According to Baillaud, the solution to defeating armed groups in the east requires more than just a military approach.
“It’s political. It’s also about socioeconomic considerations, maybe also ethnic problems, corruption. It’s a mix of different things,” he said.
Intelligence challenges and political interests
Political solutions require a solid understanding of the region, something which analysts say MONUSCO lacks.
One analyst, who asked to remain anonymous to protect his research activities, criticised MONUSCO’s intelligence work and analysis. He said MONUSCO’s insistence that the ADF was responsible for the attacks in Beni territory was heavily influenced by sources who were either not properly vetted or whose information was not credible.
A report by the UN Group of Experts into armed attacks in the DRC supports this perspective on the circumstances of the attacks, saying that “in some cases” the ADF was responsible for the killing of civilians in the Beni area, but that in three out of 13 incidents, the Group had “insufficient evidence to conclusively attribute the killings to ADF”.
Identifying who comprises ADF presents an additional challenge. Two witnesses, an ADF ex-combatant and a victim kidnapped by ADF, told the group that some of the men wore “military uniforms”.
There are also allegations that the Congolese army is implicated in the conflict.

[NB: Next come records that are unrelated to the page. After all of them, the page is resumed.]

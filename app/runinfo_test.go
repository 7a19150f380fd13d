package main

import (
	"context"
	"runtime"
	"strings"
	"testing"
	"time"

	"kinetarium/app/run"
	"kinetarium/network"
	"kinetarium/solve"
)

// TestRunInfoFirstLineSaysWhy checks issue 16, item 8: after an automatic
// choice, the information dialog's first line names the method and the
// reason (the solver's Stats.Choice), while the status line keeps its
// plain words. The 50-species cascade is stiff (README's example table), so
// Auto picks a stiff method there.
func TestRunInfoFirstLineSaysWhy(t *testing.T) {
	m, err := network.Load("../examples/signalling-cascade-50.json")
	if err != nil {
		t.Fatal(err)
	}
	o, err := run.Run(context.Background(), m, nil)
	if err != nil {
		t.Fatal(err)
	}
	if o.Stats.Choice == "" {
		t.Fatal("the automatic choice left no reason in Stats.Choice")
	}
	first, _, _ := strings.Cut(runInfoText(o), "\n")
	_, why, _ := strings.Cut(o.Stats.Choice, ": ")
	want := "Method: " + o.MethodSummary() + ", chosen automatically: " + why
	if first != want {
		t.Errorf("first line of the run information:\n got %q\nwant %q", first, want)
	}
	if !strings.Contains(first, "stiff") {
		t.Errorf("first line %q does not say the system is stiff", first)
	}
	if got := plainMethod(o); !strings.HasSuffix(got, ", a method for stiff systems (fast and slow reactions together)") {
		t.Errorf("status line changed: %q", got)
	}

	// A method the user chose has no reason to give.
	m.Simulation.Method = string(solve.Radau)
	o, err = run.Run(context.Background(), m, nil)
	if err != nil {
		t.Fatal(err)
	}
	first, _, _ = strings.Cut(runInfoText(o), "\n")
	if first != "Method: "+o.MethodSummary() {
		t.Errorf("first line for a chosen method: %q", first)
	}
}

// About the last run says how long checking and compiling took and, on
// Linux, the program's peak memory.
func TestRunInfoTimesAndMemory(t *testing.T) {
	m, err := network.Load("../examples/protease-inhibitor.json")
	if err != nil {
		t.Fatal(err)
	}
	o, err := run.Run(context.Background(), m, nil)
	if err != nil {
		t.Fatal(err)
	}
	text := runInfoText(o)
	if !strings.Contains(text, "checking and compiling the model: ") {
		t.Errorf("no compile time in\n%s", text)
	}
	if runtime.GOOS == "linux" && !strings.Contains(text, "Peak memory of the program so far: ") {
		t.Errorf("no peak memory in\n%s", text)
	}
}

// Times read as the trade writes them, a space before the unit and no
// Go notation such as 1m5s.
func TestRoundDuration(t *testing.T) {
	for _, c := range []struct {
		d    time.Duration
		want string
	}{
		{454 * time.Microsecond, "454 µs"},
		{2567 * time.Microsecond, "2.6 ms"},
		{1234 * time.Millisecond, "1.23 s"},
		{125400 * time.Millisecond, "2 min 5 s"},
	} {
		if got := roundDuration(c.d); got != c.want {
			t.Errorf("roundDuration(%v) = %q, want %q", c.d, got, c.want)
		}
	}
}
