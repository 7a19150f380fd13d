package expr

import (
	"fmt"
	"math"
	"slices"
	"sync"
)

type opcode uint8

// The machine keeps the top of the stack in a local variable x; "push" saves
// x on the stack before loading a new value (the first load saves a
// meaningless x, which keeps loads branch-free), and binary operators combine
// the saved value s with x. Suffix V takes the right operand from a variable
// slot, C from the constant; R marks reversed operands.
const (
	opConst opcode = iota // push; x = c
	opVar                 // push; x = vars[i]
	opAdd                 // x = s + x
	opSub                 // x = s - x
	opMul                 // x = s * x
	opDiv                 // x = s / x
	opPow                 // x = s ^ x
	opAddV                // x += vars[i]
	opSubV                // x -= vars[i]
	opRSubV               // x = vars[i] - x
	opMulV                // x *= vars[i]
	opDivV                // x /= vars[i]
	opRDivV               // x = vars[i] / x
	opPowV                // x = x ^ vars[i]
	opRPowV               // x = vars[i] ^ x
	opAddC                // x += c
	opRSubC               // x = c - x
	opMulC                // x *= c
	opDivC                // x /= c
	opRDivC               // x = c / x
	opPowC                // x = x ^ c
	opRPowC               // x = c ^ x
	opNeg                 // x = -x
	opSq                  // x = x*x
	opCube                // x = x*x*x
	opRecip               // x = 1/x
	opPowI                // x = x^int32(i), by repeated squaring
	opSqrt
	opExp
	opLog
	opLog10
	opAbs
	opSign
	opMin  // x = min(s, x)
	opMax  // x = max(s, x)
	opIfLE // with saved a, b, p: x = p if a <= b else x
	opFn1  // x = f(x) for the function fnID(i) (see apply1)

	// Loads of a whole operation on two leaves: push, then x = ...
	opAddVV // vars[i] + vars[j]
	opSubVV // vars[i] - vars[j]
	opMulVV // vars[i] * vars[j]
	opDivVV // vars[i] / vars[j]
	opAddCV // c + vars[i]
	opSubCV // c - vars[i]
	opMulCV // c * vars[i]
	opDivCV // c / vars[i]
	opDivVC // vars[i] / c

	// Products of leaves fused with the operation that uses them; see
	// product for the shapes. A = vars[i], B = vars[j], C = vars[k].
	opMulVVV    // push; x = A*B*C
	opMulCVV    // push; x = c*A*B
	opAddMulVV  // x += A*B
	opSubMulVV  // x -= A*B
	opAddMulVVV // x += A*B*C
	opSubMulVVV // x -= A*B*C
	opAddMulCV  // x += c*A
	opSubMulCV  // x -= c*A
	opAddMulCVV // x += c*A*B
	opSubMulCVV // x -= c*A*B
	opAddMulVSq // x += A*(B*B)
	opSubMulVSq // x -= A*(B*B)
	opRDivMulVV // x = A*B/x
	opRDivMulCV // x = c*A/x
	opMM        // push; x = A*B/(C + vars[l]), the Michaelis–Menten form
	opMMC       // push; x = A*B/(c + C)

	// Two signed product terms added in turn: x = (x + t1) + t2, where
	// t1 is a term of the kind named first, over c and vars i, j, k, and
	// t2 one of the kind named second, over d and vars l, m, n. A term
	// carries its sign in its constant (see term); the kinds are
	// 1: c*A, 2: (c*A)*B, 3: ((c*A)*B)*C and Q: (c*A)*(B*B). The conversions
	// to float64 in Eval keep the terms rounded, never fused into the sums.
	opAdd2T11
	opAdd2T12
	opAdd2T13
	opAdd2T1Q
	opAdd2T21
	opAdd2T22
	opAdd2T23
	opAdd2T2Q
	opAdd2T31
	opAdd2T32
	opAdd2T33
	opAdd2T3Q
	opAdd2TQ1
	opAdd2TQ2
	opAdd2TQ3
	opAdd2TQQ

	// Shared subexpressions (of derivatives): computed once, kept in a
	// temporary and loaded again where they recur.
	opStoreT // temps[i] = x
	opLoadT  // push; x = temps[i]
)
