package network

import (
	"fmt"
	"strconv"
	"strings"
)

// Event quantities can be varied like parameters (by sliders, sweeps,
// populations and fits). Each is named "EVENT.FIELD": FIELD is "at",
// "every", "from" or "to", or "add.SPECIES" or "infuse.SPECIES" for the
// amount or rate of an action.

// splitEventRef splits "EVENT.FIELD".
func splitEventRef(ref string) (event, field string, ok bool) {
	event, field, ok = strings.Cut(ref, ".")
	return event, field, ok && event != "" && field != ""
}

// EventQuantities returns the names of the event quantities of m that hold
// a number or a parameter name, in model order.
func (m *Model) EventQuantities() []string {
	var out []string
	for _, e := range m.Events {
		for _, f := range []struct {
			key string
			v   Value
		}{{"at", e.At}, {"every", e.Every}, {"from", e.From}, {"to", e.To}} {
			if f.v.Set {
				out = append(out, e.Name+"."+f.key)
			}
		}
		for _, c := range e.Add {
			if _, ok := m.changeValue(c.Value); ok {
				out = append(out, e.Name+".add."+c.Target)
			}
		}
		for _, c := range e.Infuse {
			if _, ok := m.changeValue(c.Value); ok {
				out = append(out, e.Name+".infuse."+c.Target)
			}
		}
	}
	return out
}

// changeValue reads an action's value that is a number or a parameter name.
func (m *Model) changeValue(s string) (float64, bool) {
	s = strings.TrimSpace(s)
	if f, err := strconv.ParseFloat(s, 64); err == nil {
		return f, true
	}
	for _, p := range m.Parameters {
		if p.Name == s {
			return p.Value, true
		}
	}
	return 0, false
}

func (m *Model) valueOf(v Value) float64 {
	if v.Name == "" {
		return v.Num
	}
	for _, p := range m.Parameters {
		if p.Name == v.Name {
			return p.Value
		}
	}
	return 0
}

// eventField finds the event and, for an action, the change a reference
// names.
func (m *Model) eventField(ref string) (e *Event, field string, c *Change, ok bool) {
	name, field, ok := splitEventRef(ref)
	if !ok {
		return nil, "", nil, false
	}
	for i := range m.Events {
		if m.Events[i].Name != name {
			continue
		}
		e = &m.Events[i]
		for _, kind := range []struct {
			prefix string
			list   []Change
		}{{"add.", e.Add}, {"infuse.", e.Infuse}} {
			if sp, isAction := strings.CutPrefix(field, kind.prefix); isAction {
				for j := range kind.list {
					if kind.list[j].Target == sp {
						return e, field, &kind.list[j], true
					}
				}
				return nil, "", nil, false
			}
		}
		return e, field, nil, true
	}
	return nil, "", nil, false
}

// timeField returns a pointer to a time field of e.
func timeField(e *Event, field string) *Value {
	switch field {
	case "at":
		return &e.At
	case "every":
		return &e.Every
	case "from":
		return &e.From
	case "to":
		return &e.To
	}
	return nil
}

// EventValue returns the value in m of an event quantity ("dose.add.C",
// "dose.every"), and whether m has it as a number or a parameter name.
func (m *Model) EventValue(ref string) (float64, bool) {
	e, field, c, ok := m.eventField(ref)
	switch {
	case !ok:
		return 0, false
	case c != nil:
		return m.changeValue(c.Value)
	}
	if v := timeField(e, field); v != nil && v.Set {
		return m.valueOf(*v), true
	}
	return 0, false
}

// SetEventValue writes v into m as the number of an event quantity, and
// reports whether m has it.
func (m *Model) SetEventValue(ref string, v float64) bool {
	e, field, c, ok := m.eventField(ref)
	switch {
	case !ok:
		return false
	case c != nil:
		c.Value = strconv.FormatFloat(v, 'g', -1, 64)
		return true
	}
	if f := timeField(e, field); f != nil && f.Set {
		*f = Number(v)
		return true
	}
	return false
}

// compiledEvent finds a compiled event quantity.
func (s *System) compiledEvent(ref string) (e *cevent, t *val, a *caction, err error) {
	name, field, ok := splitEventRef(ref)
	if !ok {
		return nil, nil, nil, fmt.Errorf("%q is not an event quantity; expected EVENT.at, EVENT.every, EVENT.from, EVENT.to, EVENT.add.SPECIES or EVENT.infuse.SPECIES", ref)
	}
	for i := range s.events {
		e = &s.events[i]
		if e.name != name {
			continue
		}
		switch field {
		case "at":
			return e, &e.at, nil, nil
		case "every":
			return e, &e.every, nil, nil
		case "from":
			return e, &e.from, nil, nil
		case "to":
			return e, &e.to, nil, nil
		}
		for _, kind := range []struct {
			prefix string
			list   []caction
		}{{"add.", e.add}, {"infuse.", e.infuse}} {
			if sp, isAction := strings.CutPrefix(field, kind.prefix); isAction {
				for j := range kind.list {
					if s.names[kind.list[j].sp] == sp {
						return e, nil, &kind.list[j], nil
					}
				}
			}
		}
		return nil, nil, nil, fmt.Errorf("event %q has no %q", name, field)
	}
	return nil, nil, nil, fmt.Errorf("no event %q in the model", name)
}

// EventValue returns the value an event quantity has in the runs to come
// (see Model.EventValue for the names).
func (s *System) EventValue(ref string) (float64, error) {
	_, t, a, err := s.compiledEvent(ref)
	switch {
	case err != nil:
		return 0, err
	case t != nil:
		return s.get(*t), nil
	case a.fixed:
		return a.value, nil
	}
	s.loadAll(0, s.initial)
	return a.prog.Eval(s.vars), nil
}

// SetEventValue makes an event quantity the constant v in the runs to
// come. A time must be ≥ 0 and an interval positive.
func (s *System) SetEventValue(ref string, v float64) error {
	_, t, a, err := s.compiledEvent(ref)
	if err != nil {
		return err
	}
	if !finite(v) {
		return fmt.Errorf("%s = %v: expected a finite number", ref, v)
	}
	if t != nil {
		if strings.HasSuffix(ref, ".every") && !(v > 0) {
			return fmt.Errorf("%s = %g: an interval must be positive", ref, v)
		}
		if v < 0 {
			return fmt.Errorf("%s = %g: a time must be 0 or later", ref, v)
		}
		*t = val{p: -1, c: v}
		return nil
	}
	a.fixed, a.value = true, v
	return nil
}

// ResetEventValues undoes every SetEventValue: event quantities follow the
// model again (numbers, or the parameters they name).
func (s *System) ResetEventValues() {
	for i := range s.events {
		e := &s.events[i]
		e.at, e.every, e.from, e.to = e.orig[0], e.orig[1], e.orig[2], e.orig[3]
		for _, list := range [][]caction{e.add, e.infuse} {
			for k := range list {
				list[k].fixed = false
			}
		}
	}
}
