package main

import (
	"fyne.io/fyne/v2"
	"fyne.io/fyne/v2/canvas"
	"fyne.io/fyne/v2/widget"

	"kinetarium/plotting"
)

// swatch is a small square in a species' plot colour.
type swatch struct {
	widget.BaseWidget
	rect *canvas.Rectangle
}

func newSwatch() *swatch {
	s := &swatch{rect: canvas.NewRectangle(plotting.Colour(0))}
	s.rect.CornerRadius = 2
	s.ExtendBaseWidget(s)
	return s
}

func (s *swatch) setSlot(slot int) {
	s.rect.FillColor = plotting.Colour(slot)
	s.rect.Refresh()
}

// CreateRenderer implements fyne.Widget.
func (s *swatch) CreateRenderer() fyne.WidgetRenderer {
	return &swatchRenderer{s: s}
}

type swatchRenderer struct{ s *swatch }

func (r *swatchRenderer) Destroy()                     {}
func (r *swatchRenderer) Objects() []fyne.CanvasObject { return []fyne.CanvasObject{r.s.rect} }
func (r *swatchRenderer) MinSize() fyne.Size           { return fyne.NewSize(14, 14) }
func (r *swatchRenderer) Refresh()                     { r.s.rect.Refresh() }
func (r *swatchRenderer) Layout(size fyne.Size) {
	r.s.rect.Resize(fyne.NewSize(12, 12))
	r.s.rect.Move(fyne.NewPos(1, (size.Height-12)/2))
}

The UN Group of Experts report states that “FARDC officers deployed for the Sukola I military operations against ADF were involved in the exploitation and sale of timber in Beni territory” and that an FARDC lieutenant-colonel of the Sukola I operations sold two lorryloads of planks a month “including during periods when the exploitation area was under ADF control”.
The group further noted that “the ability of FARDC to respond to threats to civilians may have been limited by its involvement in timber exploitation”.
Dan Fahey, a visiting scholar at UC Berkeley who researches armed conflict in the Great Lakes Region, also said that the “ADF was cooperating with some FARDC officers and soldiers in the period prior to 2014, including in the timber trade”.
The MONUSCO official, during the interview with Al Jazeera, confirmed that a senior FARDC military officer admitted to passing information, logistical support and uniforms to the ADF and that the army and the ADF “started working together and having businesses together, in timber and minerals”.
It is not politically appropriate for MONUSCO to admit to this, said the official. “We are a mission, we’re supposed to be neutral,” he said. “Imagine if FIB go in, find people with uniforms like FARDC and fire at them, they might end up killing the FARDC. That would be disastrous.”
The matter is further complicated by regional actors and interests. A 2013 briefing by the International Peace Institute cited that Rwanda and Uganda, “have provided overt and tacit support for rebel groups, and the region is overshadowed by spectres of the 1994 genocide in Rwanda, including reprisals, counter-reprisals, and deep ethic divisions”.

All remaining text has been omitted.